You really do need the water to be boiling hot when you dissolve the gum. I actually poured my cup of tea first, then measured out the gum into the jar, added the water and it had already cooled down enough that I ended up with clumps even after about five minutes of stirring. By the way, it’s really, really sticky. Be warned.
Next I stuck it in the microwave to bring it back up to temp, turned it on for 30 seconds, walked my tea over to the kitchen table and returned with five seconds left only to discover the entire contents had boiled over and out of the jar.
Learning. It’s a process.
Second bottle, second try, better luck. This time I boiled the water and immediately added it to the gum powder. I still ended up with a few clumps but I watched it like a hawk in the microwave and only ran it for ten seconds at a time. Three seconds into my second go around it rose to the top of the jar, I stopped the microwave, removed the bottle (with a hot pad because, guess what, it was hot) and already I was happier with the results. The liquid was much clearer with no remaining clumps. Yay!
Next, I added raw, organic honey which binds with the water to help increase the flow of your paint. The recommended ratio is one-part honey to four parts liquid. I stirred it vigorously and ended up with a honey colored medium that smelled delicious.
I should have added a few drops of either thyme oil or clove oil as a preservative after the honey, but, unfortunately, I forgot this step – I blame the excitement – so I’m going to monitor the paint I created without it to see how long it lasts. I can justify my lack of precision here by calling it an experiment so, once again, lemonade will be made from lemons.
At this point I added my brick dust pigment to a plastic dish (recycled from an Evol Truffle Mac and Cheese dinner, yummy even if overprocessed), and it was time to start adding the liquid and stir.
Slowly I poured the honey-scented medium into the dusty pigment. Actually, it was that wonderful scent of honey that reminded me I should have added the thyme or clove oil and I immediately started looking for them in my soap supplies to no avail. Bummer.
Stirring with a pallet knife, I poured and scraped, mixing the pigment in slowly until I had the smooth consistency of a cream soup and then I poured it into my bottle cap. Miracle of miracles, I had just enough from the two brick chunks I pounded to fill one cap. A slur of grainy wash remained stuck to the dish and it made me realize that I do need to invest in a glass pallet and a muller. A muller is a mushroom shaped glass tool used to finely grind and mix the pigment with the binding medium. If I had one of those, I’m sure I could get that brick dust into even finer particles that will suspend better in the paint. But they aren’t cheap….
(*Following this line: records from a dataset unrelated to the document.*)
"""Words for the brief's figures, one formatter for every output (screen, card, JSON, app, deck).

A signed component is never printed next to a side word: "4 kt from the left", not
"-4 kt from the right". Rounded to the whole knot as printed; a component that rounds to 0 kt
says so without a side or a sign ("no crosswind", never "-0").

Pure Python: no Rich, Textual or fpdf import.
"""

from __future__ import annotations

import math

from briefer.units import SM_TO_M


def signed(value: float, decimals: int = 0) -> str:
    """'+4', '-3', '+0' (never '-0': a value that rounds to zero has no sign to show)."""
    v = round(float(value), decimals) + 0.0
    return f"{v:+.{decimals}f}"


def stall_margin_words(margin_pct: float | None) -> str:
    """'stall margin 25 %', or 'THE WING STALLS' when the stall speed is above the speed flown
    (a negative margin is never printed as such)."""
    if margin_pct is None:
        return "stall margin not known"
    if round(margin_pct) < 0:
        return "THE WING STALLS (stall speed above the speed flown)"
    return f"stall margin {round(margin_pct) + 0:.0f} %"


def visibility_words(value_sm: float | None, *, metres: bool) -> str:
    """A visibility as the minimums give it: metres in 100 m steps ('4000 m') for metre minimums,
    statute miles in chart fractions ('2 1/2 SM', '3/4 SM') otherwise; rounded DOWN to the step
    (never more than was reported). 'not reported' for None."""
    if value_sm is None or value_sm != value_sm:
        return "not reported"
    if metres:
        m = int(value_sm * SM_TO_M / 100.0 + 1e-6) * 100
        return f"{m} m"
    step = 16 if value_sm < 1.0 else 8
    n = int(value_sm * step + 1e-6)
    whole, rest = divmod(n, step)
    if rest == 0:
        return f"{whole} SM"
    g = math.gcd(rest, step)
    frac = f"{rest // g}/{step // g}"
    return f"{whole} {frac} SM" if whole else f"{frac} SM"


def area_edge_words(margin_nm: float, inside: bool = True) -> str:
    """'inside, 1.13 NM from the area edge' or 'OUTSIDE, 0.46 NM beyond the area edge' (`inside`
    False with a positive edge margin: the track enters a not-authorised sector)."""
    if round(margin_nm, 2) >= 0:
        return f"{'inside' if inside else 'OUTSIDE (in a not-authorised sector)'}, {abs(margin_nm):.2f} NM from the area edge"
    return f"OUTSIDE, {-margin_nm:.2f} NM beyond the area edge"


def _whole_kt(value_kt: float) -> int:
    """The knots as printed (half away from zero, so 0.5 kt shows as 1 kt on either side)."""
    mag = int(abs(value_kt) + 0.5)
    return mag


def crosswind_side(crosswind_from_right_kt: float | None) -> str | None:
    """'right', 'left', or None when the component rounds to 0 kt (or is not known)."""
    if crosswind_from_right_kt is None or _whole_kt(crosswind_from_right_kt) == 0:
        return None
    return "right" if crosswind_from_right_kt > 0 else "left"


def crosswind_words(crosswind_from_right_kt: float | None) -> str:
    """'4 kt from the left', '7 kt from the right', 'no crosswind'.

    Args:
        crosswind_from_right_kt: positive = from the right of the course, negative = from the left.
    """
    side = crosswind_side(crosswind_from_right_kt)
    if side is None:
        return "no crosswind"
    return f"{_whole_kt(crosswind_from_right_kt)} kt from the {side}"


def headwind_words(headwind_kt: float | None) -> str:
    """'headwind 9 kt', 'TAILWIND 3 kt' (capitals: a tailwind is a hazard), 'no headwind'."""
    if headwind_kt is None or _whole_kt(headwind_kt) == 0:
        return "no headwind"
    word = "headwind" if headwind_kt > 0 else "TAILWIND"
    return f"{word} {_whole_kt(headwind_kt)} kt"


def components_words(headwind_kt: float, crosswind_from_right_kt: float) -> str:
    """'headwind 9 kt, crosswind 4 kt from the left'; 'no crosswind' when it rounds to 0."""
    xw = crosswind_words(crosswind_from_right_kt)
    return f"{headwind_words(headwind_kt)}, " + (xw if xw == "no crosswind" else f"crosswind {xw}")


def wind_components_text(wind) -> str:
    """A brief's wind on the landing runway, gusts included, in words (`wind` is a WindInfo):
    'headwind 9 kt, crosswind 4 kt from the left; in gusts headwind 15 kt, crosswind 6 kt from the left'."""
    text = components_words(wind.headwind_kt, wind.crosswind_from_right_kt)
    if wind.gust_headwind_kt is not None and wind.gust_crosswind_from_right_kt is not None:
        text += "; in gusts " + components_words(wind.gust_headwind_kt, wind.gust_crosswind_from_right_kt)
    return text


def category_speed_parts(category) -> tuple[int, int, int]:
    """(circling IAS, before the additive, wind additive) in whole knots that add up as printed
    (the part before the additive is the printed total minus the printed additive)."""
    total = int(round(category.circling_speed_kt))
    additive = int(round(category.wind_additive_kt))
    return total, total - additive, additive


def vref_words(category) -> str:
    """'VREF 133 kt in this configuration at landing weight; category speed 122 kt at maximum
    landing weight sets category C' (`category` is a CategoryInfo). 14 CFR 97.3: the category is
    fixed by VREF in the landing configuration at the maximum certificated landing weight (or the
    flight manual's category speed); today's configuration and weight give the speeds flown."""
    return (f"VREF {category.vref_kt:.0f} kt in this configuration at landing weight; category speed "
            f"{category.category_vref_kt:.0f} kt at maximum landing weight sets category {category.certified_category}")


def circling_speed_words(category) -> str:
    """'circling 163 kt IAS = 152 kt + 11 kt wind additive' (the sum adds up as printed)."""
    total, base, additive = category_speed_parts(category)
    if additive == 0:
        return f"circling {total} kt IAS (no wind additive)"
    return f"circling {total} kt IAS = {base} kt + {additive} kt wind additive"


def category_words(category) -> str:
    """The whole category line: 'D (certified C, raised by the circling speed): circling ...; VREF ...'."""
    head = category.category + (f" (certified {category.certified_category}, raised by the circling speed)"
                                if category.raised else "")
    return f"{head}: {circling_speed_words(category)}; {vref_words(category)}"


def break_off_words(plan) -> str:
    """'45° LEFT off the inbound course, heading 047° M, for 35 s' (`plan` is a PlanInfo)."""
    angle = "" if plan.break_off_angle_deg is None else f"{plan.break_off_angle_deg:.0f}° "
    side = (f"{plan.break_off_direction.upper()} off the inbound course" if plan.break_off_direction
            else "off the inbound course")
    hdg = ("" if plan.break_off_heading_deg_mag is None
           else f", heading {plan.break_off_heading_deg_mag % 360.0:03.0f}° M")
    secs = "" if plan.break_off_s is None else f", for {plan.break_off_s:.0f} s"
    return f"{angle}{side}{hdg}{secs}"


def missed_approach_words(turn_direction: str, instruction: str) -> str:
    """'climbing turn RIGHT toward the runway, then: <the charted instruction>' (AIM 5-4-21(c):
    on losing visual reference, the initial climbing turn toward the landing runway, then the
    published missed approach); without a side, 'climbing turn toward the runway'; without a
    charted instruction, '..., then the published missed approach' (never a dangling 'then')."""
    side = f"{turn_direction.upper()} " if turn_direction in ("left", "right") else ""
    head = f"climbing turn {side}toward the runway"
    text = instruction.strip()
    return f"{head}, then: {text}" if text else f"{head}, then the published missed approach"


def timing_words(plan, runway: str) -> str:
    """'29 s from abeam the runway 27 threshold to roll-in, 1.44 NM past abeam' (never a
    negative time or distance: a roll-in before abeam says 'before abeam')."""
    t, d = plan.abeam_to_roll_in_s, plan.roll_in_distance_nm
    where = f"abeam the runway {runway} threshold"
    if t is None or t != t:
        return f"roll-in {abs(d):.2f} NM {'past' if d >= 0 else 'before'} {where}"
    if t >= 0:
        return f"{t:.0f} s from {where} to roll-in, {abs(d):.2f} NM {'past' if d >= 0 else 'before'} abeam"
    return f"roll-in {-t:.0f} s before {where} ({abs(d):.2f} NM before abeam)"


def wind_words(wind, *, compact: bool = False) -> str:
    """The wind used, true (`wind` is a WindInfo): '240° true 10 kt, gusts 16 kt', 'VRB 5 kt',
    'calm or not given'; `compact` (the screen's grids): '240/10G16 kt true', 'VRB/5 kt true',
    'calm / not given'."""
    if not wind.reported:
        return "calm / not given" if compact else "calm or not given"
    direction = "VRB" if wind.from_deg_true is None else f"{wind.from_deg_true:03.0f}"
    speed = f"{wind.speed_kt:.0f}"
    gust = f"{wind.gust_kt:.0f}" if wind.gust_kt else ""
    if compact:
        return f"{direction}/{speed}{'G' + gust if gust else ''} kt true"
    if wind.from_deg_true is not None:
        direction += "° true"
    return f"{direction} {speed} kt{', gusts ' + gust + ' kt' if gust else ''}"


def wind_limits_words(wind) -> str:
    """The configuration's wind limits as the brief used them (`wind` is a WindInfo):
    'limits: crosswind 24 kt, tailwind 10 kt (profile)', 'limits not given', or one of each."""
    xw, tw = wind.crosswind_limit_kt, wind.tailwind_limit_kt
    if xw is None and tw is None:
        return "limits not given"
    if xw is not None and tw is not None:
        return f"limits: crosswind {xw:.0f} kt, tailwind {tw:.0f} kt (profile)"
    parts = [f"crosswind {xw:.0f} kt (profile)" if xw is not None else "crosswind not given",
             f"tailwind {tw:.0f} kt (profile)" if tw is not None else "tailwind not given"]
    return "limits: " + ", ".join(parts)


__all__ = ["area_edge_words", "visibility_words", "stall_margin_words", "signed", "break_off_words", "timing_words", "category_speed_parts", "category_words", "circling_speed_words", "vref_words", "components_words", "crosswind_side", "crosswind_words", "headwind_words", "wind_components_text",
           "wind_limits_words", "wind_words"]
Regardless, I didn’t mind the rather grainy, organic look to the paint, and I absolutely loved the color. A quick brush test gave some satisfying results. Now it’s sitting on the table in my art studio slowly drying out under a north-facing window. Hopefully it won’t crack, but that remains to be seen.
I had so much fun mixing that little pan of paint I raided my soap-making supplies for some French green clay and gave it a try too. The result was a fairly warm, pleasant gray tone, but the clay powder proved to be much more absorbent and took twice the amount of liquid plus a lot more stirring to get it smooth. It’s also fairly transparent on paper.
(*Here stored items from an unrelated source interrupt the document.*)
def _per_level(values: list, m: int, dtype: type) -> npt.NDArray:
    """One value per level, each repeated for the level's ``m`` rows (level by level); one row per
    level needs no repeat (``repeat(1)`` is a copy of the same values)."""
    a = np.array(values, dtype=dtype)
    return a if m == 1 else a.repeat(m)


def _tile(a: FloatArray, k: int) -> FloatArray:
    """``np.tile`` of a 1-d array (k copies end to end), without its overhead on small arrays."""
    return a if k == 1 else np.concatenate([a] * k)


def _sampled(solved: list[tuple[list[int], ShapeSolution]], sampled: npt.NDArray[np.bool_], m: int, *,
             turn_step_deg: float, n_straight: int) -> list[tuple[npt.NDArray[np.int_], ...]]:
    """(rows, candidates, tracks) of the cells ``sampled`` (M, C): every shape sampled in one
    call where their legs match (:func:`merge_for_sampling`, which takes the rows sampled of
    each), else one call per shape."""
    if m < _PRUNE_MIN_ROWS:
        few = _sampled_whole(solved, sampled, m, turn_step_deg=turn_step_deg, n_straight=n_straight)
        if few is not None:
            return few
    subs, idx = [], []
    for cis, sol in solved:
        g = len(cis)
        rows = sampled[:, slice(cis[0], cis[0] + g) if cis[-1] - cis[0] == g - 1 else cis].T.ravel()  # (side, row)
        if not rows.any():
            continue
        flat = rows.nonzero()[0]
        # a small batch samples every row (taking rows out costs more than sampling them)
        every = bool(rows.all()) or m < _PRUNE_MIN_ROWS
        subs.append((sol, None if every else flat, None if not every or rows.all() else rows))
        idx.append((flat % m, np.asarray(cis)[flat // m]))
    if not subs:
        return []
    merged = merge_for_sampling([sol for sol, _, _ in subs], [take for _, take, _ in subs])
    groups = [merged] if merged is not None else [sol if take is None else take_rows(sol, take)
                                                  for sol, take, _ in subs]
    xys = []
    for sol in groups:
        xy = sample_solution(sol, turn_step_deg=turn_step_deg, n_straight=n_straight, running_product=True,
                             pad_rows=True).xy
        if not sol.ok.all():
            xy[~sol.ok] = 0.0
        xys.append(xy)
    if merged is not None and len(subs) > 1:      # one group: every shape's rows end to end
        keeps = [keep for _, _, keep in subs]
        keep = None if all(k is None for k in keeps) else np.concatenate(
            [np.ones(sol.ok.shape[0] if take is None else take.size, dtype=bool) if k is None else k
             for (sol, take, _), k in zip(subs, keeps)])
        idx = [tuple(np.concatenate(part) for part in zip(*idx))]
        subs = [(merged, None, keep)]
    return [(r, c, xy if keep is None else xy[keep]) for (r, c), (_, _, keep), xy in zip(idx, subs, xys)]
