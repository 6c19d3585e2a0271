"""`build_brief(request) -> Brief`: the one place that composes the core.

It never raises for a valid request: situations that cannot be flown (category not authorised,
no plan fits the bank limit, the plan leaves the protected area, ceiling below the MDA, the MDA
too close to the controlling obstacle) become findings in the Brief, most severe first.

Choices made here where the issues are silent (said again in the output where it matters):
- The circling speed is the configuration's circling speed scaled to the landing weight
  (sqrt(W/Wref)) plus the profile's wind additive; it sets the category (14 CFR 97.3).
- HAA is the MDA minus the airfield elevation; the circle's height for the glide path is the
  MDA minus the landing threshold elevation.
- Missing temperature: ISA at the field; missing altimeter: standard pressure (both reported
  as findings). A variable wind is planned as calm and flagged.
- The cold-temperature correction is shown when the reported temperature is at or below 0 °C,
  by the method the request names (default: the table method, the more conservative).
- The sight-picture comparison is made in still air (the planned offset comes from the plan,
  which is solved in the actual wind).
"""

from __future__ import annotations

import math
import re
from collections.abc import Callable
from dataclasses import dataclass, replace
from datetime import datetime, timezone

import numpy as np

from briefer import units
from briefer.cautions import CAUTIONS
from briefer.core import atmosphere, coldtemp, criteria, geometry, maneuver, sightpicture, turn, wind
from briefer.errors import DomainError
from briefer.model import Approach, BriefRequest, Sector
from briefer.result import (
    Alternative, AreaInfo, Brief, BriefHeader, CategoryInfo, CirclingOnly, ColdCorrection, Finding,
    MinimumsInfo, MissedApproachInfo, ObstacleDrawing, PerformanceInfo, PlanInfo, RunwayDrawing,
    SightPictureInfo, WeatherUsed, WindInfo, frozen_array,
)

STANDARD_ALTIMETER_HPA = 1013.25
COLD_CORRECTION_AT_OR_BELOW_C = 0.0
TAILWIND_WARNING_KT = 2.0
EDGE_TOLERANCE_M = 1.0
CENTRELINE_BAND_M = 30.0   # points this close to the extended centreline are "on the final"
UNREPORTED_VISIBILITY_FACTOR = 3.0   # x area radius: a visibility that never limits a plan     # a track on a sector's edge (e.g. the centreline of a side sector) is authorised
STALL_MARGIN_WARNING_PCT = 15.0

SHAPE_TEXT = {
    "downwind-join": "Join a downwind, 180° turn to final",
    "break-and-return": "Break off, fly downwind, 180° turn to final",
    "teardrop": "Pass the field, teardrop turn back to final",
    "direct-turn": "Turn directly onto final",
    "overfly-circuit": "Overfly, turn onto a downwind, 180° turn to final",
}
As for the brick dust paint, I’d say it has more in common with gauche than watercolor, but I’m ok with that. It’s paint, I made it, and that’s the point. Plus, the color reminds me of ancient Indian cave paintings and I really LOVE that!
Yes, I only have two small bottle caps of paint that may turn rancid in a week (I’ll keep you posted) and only one of them came from local pigment I crushed myself, but my organic art journey has taken a positive step forward while tying me to the past at the same time. For today, it’s enough, and I call that a win.
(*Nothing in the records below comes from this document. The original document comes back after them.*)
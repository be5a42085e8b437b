/**
 * Job rules (pure): when a job is ready to fit, what fitting issues from stock, and what the
 * invoice raised from it charges and how its balance adds up with the payments ledger.
 */

import { mulDivRound } from "@/lib/catalog/money";
import { quoteTotals } from "@/lib/catalog/quote-totals";

import type { FieldIssue } from "./errors";
import type { JobStatus } from "./operations";

export interface JobLineState {
  id: string;
  quoteLineId: string | null;
  partId: string | null;
  sku: string | null;
  description: string;
  quantity: number;
  allocatedQty: number;
  unitPriceMinor: number;
  discountBp: number;
}

/** Ready to fit when every part line has all its units; else waiting for parts. */
export function jobStatusFor(lines: Pick<JobLineState, "quantity" | "allocatedQty">[]): JobStatus {
  return lines.every((l) => l.allocatedQty >= l.quantity) ? "ready" : "waiting_parts";
}

export interface FittedPart {
  partId: string;
  quantity: number;
}

export interface FitPlan {
  /** Units fitted per job line (0: not fitted). */
  fitted: Map<string, number>;
  /** Parts fitted that no job line names (a substitute or an extra): new lines. */
  extra: FittedPart[];
  /** Units issued from stock per part: what was fitted. */
  issue: Map<string, number>;
  /** Units each part's `reserved` gives back: what the job held. */
  release: Map<string, number>;
}

/**
 * What fitting does with stock: each fitted part's units go first to the job's lines of that
 * part (in order), the rest become extra lines; stock is issued for every unit fitted, and the
 * job's holds are released (what was held and not fitted goes back to free stock).
 */
export function fitPlan(lines: JobLineState[], fittedParts: FittedPart[]): FitPlan {
  const want = new Map<string, number>();
  for (const f of fittedParts) want.set(f.partId, (want.get(f.partId) ?? 0) + f.quantity);
  const issue = new Map(want);
  const fitted = new Map<string, number>();
  const release = new Map<string, number>();
  for (const l of lines) {
    if (l.partId && l.allocatedQty > 0)
      release.set(l.partId, (release.get(l.partId) ?? 0) + l.allocatedQty);
    const left = l.partId ? (want.get(l.partId) ?? 0) : 0;
    const take = Math.min(left, l.quantity);
    fitted.set(l.id, take);
    if (l.partId) want.set(l.partId, left - take);
  }
  // What is left over after the lines of a part is added to its last line, else is extra.
  const extra: FittedPart[] = [];
  for (const [partId, qty] of want) {
    if (qty <= 0) continue;
    const last = [...lines].reverse().find((l) => l.partId === partId);
    if (last) fitted.set(last.id, (fitted.get(last.id) ?? 0) + qty);
    else extra.push({ partId, quantity: qty });
  }
  return { fitted, extra, issue, release };
}

/**
 * Stock a fit needs and does not have: for each part, units fitted may not exceed what is on the
 * shelf less what other quotes hold (stock − reserved + what this job holds).
 */
export function fitShortages(
  plan: FitPlan,
  parts: Map<string, { stock: number; reserved: number; sku: string }>,
  index: Map<string, number>,
): FieldIssue[] {
  const issues: FieldIssue[] = [];
  for (const [partId, qty] of plan.issue) {
    const p = parts.get(partId);
    const i = index.get(partId) ?? 0;
    if (!p) {
      issues.push({
        path: `parts.${i}.partId`,
        message: "That part is not in this shop's catalog",
      });
      continue;
    }
    const usable = p.stock - p.reserved + (plan.release.get(partId) ?? 0);
    if (qty > usable)
      issues.push({
        path: `parts.${i}.quantity`,
        message: `Only ${Math.max(0, usable)} of ${p.sku} on the shelf for this job`,
      });
  }
  return issues;
}

/** An invoice line in the quote's shape. */
export interface ChargeLine {
  kind: "part" | "labour" | "fee";
  partId: string | null;
  sku: string | null;
  description: string;
  quantityMilli: number;
  unitPriceMinor: number;
  discountBp: number;
}

/**
 * What a part line bills, in thousandths, for the whole units fitted. Stock moves in whole units
 * (part of a unit is a unit), but a quote may sell part of one (1.5 m of hose): the units fitted
 * up to the quoted ones bill at most the quoted quantity, and each unit beyond it bills whole.
 *
 * @example billedMilli(2, 2, 1500) // → 1500: fitted as quoted, billed as quoted
 * @example billedMilli(1, 2, 1500) // → 1000: one unit fitted
 * @example billedMilli(3, 2, 1500) // → 2500: the quoted 1.5 and one more
 */
export function billedMilli(fitted: number, unitsWanted: number, quotedMilli: number | null) {
  if (quotedMilli === null) return fitted * 1000;
  return Math.min(fitted * 1000, quotedMilli) + Math.max(0, fitted - unitsWanted) * 1000;
}

/**
 * The invoice's lines from a fitted job: each part line as fitted (the quoted quantity for the
 * quoted units — `quotedMilli` by quote line, see `billedMilli` — at the quoted price and
 * discount; a part not fitted is left out; an extra part at its catalog price), the labour line
 * at the quoted rate for the hours used, exactly (the quote's hours when none are given), and
 * the quote's fees as quoted.
 */
export function invoiceLinesFromJob(
  job: { labourMilli: number | null },
  lines: (JobLineState & { fittedQty: number | null })[],
  quoteOther: ChargeLine[],
  quotedMilli: ReadonlyMap<string, number> = new Map(),
): ChargeLine[] {
  const out: ChargeLine[] = [];
  for (const l of lines) {
    const units = l.fittedQty ?? 0;
    if (units <= 0) continue;
    out.push({
      kind: "part",
      partId: l.partId,
      sku: l.sku,
      description: l.description,
      quantityMilli: billedMilli(
        units,
        l.quantity,
        l.quoteLineId ? (quotedMilli.get(l.quoteLineId) ?? null) : null,
      ),
      unitPriceMinor: l.unitPriceMinor,
      discountBp: l.discountBp,
    });
  }
  let labourDone = false;
  for (const q of quoteOther) {
    if (q.kind === "labour") {
      if (labourDone) continue;
      labourDone = true;
      const hours = job.labourMilli ?? q.quantityMilli;
      if (hours > 0) out.push({ ...q, quantityMilli: hours });
    } else if (q.kind === "fee") out.push(q);
  }
  return out;
}

/** The invoice's figures: quote arithmetic (tax once on the subtotal), then the deposit off. */
export function invoiceTotals(lines: ChargeLine[], taxRateBp: number, depositMinor: number) {
  const t = quoteTotals(lines, taxRateBp);
  return {
    subtotalMinor: t.subtotalMinor,
    discountMinor: t.discountMinor,
    taxMinor: t.taxMinor,
    totalMinor: t.totalMinor,
    depositMinor,
    dueMinor: t.totalMinor - depositMinor,
  };
}

/**
 * What is still owed on an issued invoice, from the ledger: total − deposit − credit notes −
 * balance payments received. Negative means the customer paid more than is owed (a refund due).
 *
 * @example invoiceBalance({ totalMinor: 10000, depositMinor: 3000, credits: [500], payments: [] })
 * // → { creditedMinor: 500, paidMinor: 0, balanceMinor: 6500 }
 */
export function invoiceBalance(v: {
  totalMinor: number;
  depositMinor: number;
  credits: number[];
  payments: number[];
}) {
  const creditedMinor = v.credits.reduce((s, x) => s + x, 0);
  const paidMinor = v.payments.reduce((s, x) => s + x, 0);
  return {
    creditedMinor,
    paidMinor,
    balanceMinor: v.totalMinor - v.depositMinor - creditedMinor - paidMinor,
  };
}

/**
 * The tax inside an amount that includes tax at `rateBp`: amount − amount ÷ (1 + rate), the net
 * rounded half up. 108.25 at 8.25 % → 8.25.
 */
export function taxInside(amountMinor: number, rateBp: number): number {
  return amountMinor - mulDivRound(amountMinor, 10_000, 10_000 + rateBp);
}

/**
 * What a fitted job did with its quote's parts, in one sentence for the quote's pages (which
 * then say no more about stock: the parts were issued). Lines in the job's order; a quoted part
 * fitted in no unit is named as not fitted.
 *
 * @example fittedSummary([{ description: "Pump A", quantity: 1, fittedQty: 1 }]) // "Fitted: 1 × Pump A."
 */
export function fittedSummary(
  lines: { description: string; quantity: number; fittedQty: number | null }[],
): string {
  const fitted = lines.filter((l) => (l.fittedQty ?? 0) > 0);
  const left = lines.filter((l) => l.quantity > 0 && (l.fittedQty ?? 0) === 0);
  const said = [
    fitted.length
      ? `Fitted: ${fitted.map((l) => `${l.fittedQty} × ${l.description}`).join(", ")}.`
      : "No parts were fitted.",
  ];
  if (left.length) said.push(`Quoted, not fitted: ${left.map((l) => l.description).join(", ")}.`);
  return said.join(" ");
}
2 thoughts on “Playing With Pigment – My First Foray Into Homemade Paints”
What do you think of limestone rock could you crush some of that and make a semi white paint ?
Get Outlook for Android
LikeLiked by 1 person
I suppose if would it were ground down enough so the particles would be suspended in the medium. It would probably be fairly opaque. I have a chunk of black pumice I want to try next. I was hoping for a dark charcoal black, but a tiny test looks more gray than black. We’ll see.